This is a delicious thai dish that I made after tinkering with a few. Soooo good! You can use any combination of vegies you like, and even change the chicken to shrimp if you prefer.
- 1 lb linguine
- 4 boneless skinless chicken breasts
- 1 tablespoon oil
- 3⁄4 cup carrot, julienned
- 3⁄4 cup zucchini, julienned
- 1 cup broccoli floret
- 4 tablespoons fresh ginger, minced
- 6 tablespoons orange juice
- 2 tablespoons soy sauce
- 4 1⁄2 tablespoons sesame oil
- 3 tablespoons brown sugar
- 2 tablespoons rice wine vinegar
- 1⁄4 cup peanut butter
- 1 jalapeno, seeded and minced (optional)
- 1⁄2 cup white wine
- 1⁄2-1 cup cilantro, chopped
- 1⁄2 cup toasted peanuts
- Cook linguini to al dente.
- While linguini is cooking, grill or saute chicken until done; slice thinly and set aside.
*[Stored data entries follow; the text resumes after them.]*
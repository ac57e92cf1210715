// StageLog: each stage's time and peak memory (solver/base/stage_log.h).
#include <doctest/doctest.h>

#include <chrono>
#include <cstring>
#include <thread>
#include <vector>

#include "solver/base/stage_log.h"

TEST_CASE("stage log: stages in order, with their time and their own peak memory") {
  kith::StageLog log;
  log.begin("big");
  {
    // 300 MB touched page by page, then freed before the next stage begins.
    std::vector<char> block(300u << 20);
    std::memset(block.data(), 1, block.size());
    std::this_thread::sleep_for(std::chrono::milliseconds(20));
  }
  log.begin("small");
  std::this_thread::sleep_for(std::chrono::milliseconds(5));
  log.begin("busy");
  volatile double sum = 0;  // about 50 ms of arithmetic on this thread
  for (const auto t0 = std::chrono::steady_clock::now();
       std::chrono::steady_clock::now() - t0 < std::chrono::milliseconds(50);)
    for (int i = 0; i < 1000; ++i) sum = sum + 1e-9 * i;
  log.end();
  log.end();  // a second end is a no-op
  REQUIRE(log.stages().size() == 3);
  CHECK(log.stages()[0].name == "big");
  CHECK(log.stages()[0].seconds >= 0.015);
  CHECK(log.stages()[1].seconds >= 0.004);
  // Sleeping takes no processor time; the busy loop takes some (how much depends on how busy the
  // machine is, so only that it shows, and never more than the wall clock on one thread allows).
  CHECK(log.stages()[1].cpu_seconds < 0.004);
  CHECK(log.stages()[2].cpu_seconds > 0.005);
  CHECK(log.stages()[2].cpu_seconds <= log.stages()[2].seconds + 0.01);
  CHECK(log.Report().find("cpu") != std::string::npos);
  const double big = log.stages()[0].peak_bytes, small = log.stages()[1].peak_bytes;
  REQUIRE(big > 0);
  CHECK(big >= 300e6 * 1.048);  // at least the block (MiB) on top of the process itself
  if (log.peaks_are_cumulative()) {
    MESSAGE("this system refuses to reset the resident peak; each stage shows the peak so far");
    CHECK(small >= big);
  } else {
    CHECK(small < big - 200e6);  // the block was gone before 'small' began
  }
  CHECK(log.Report().find("big") != std::string::npos);
  CHECK(log.Report().find(" GB") != std::string::npos);
}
- Make peanut sauce by combining ginger, orange juice, soy sauce, sesame oil, brown sugar, vinegar and peanut butter. Mix well. Set aside.
- Heat wok or large skillet over medium high heat.
- Add oil.
- When oil is hot, add vegies and sauce 1 minute.
- Add in chicken, peanut sauce and wine, and cook until reduced by half.
- Place drained linguini in a large bowl.
- Pour sauce over, toss.
- Garnish with cilantro and peanuts.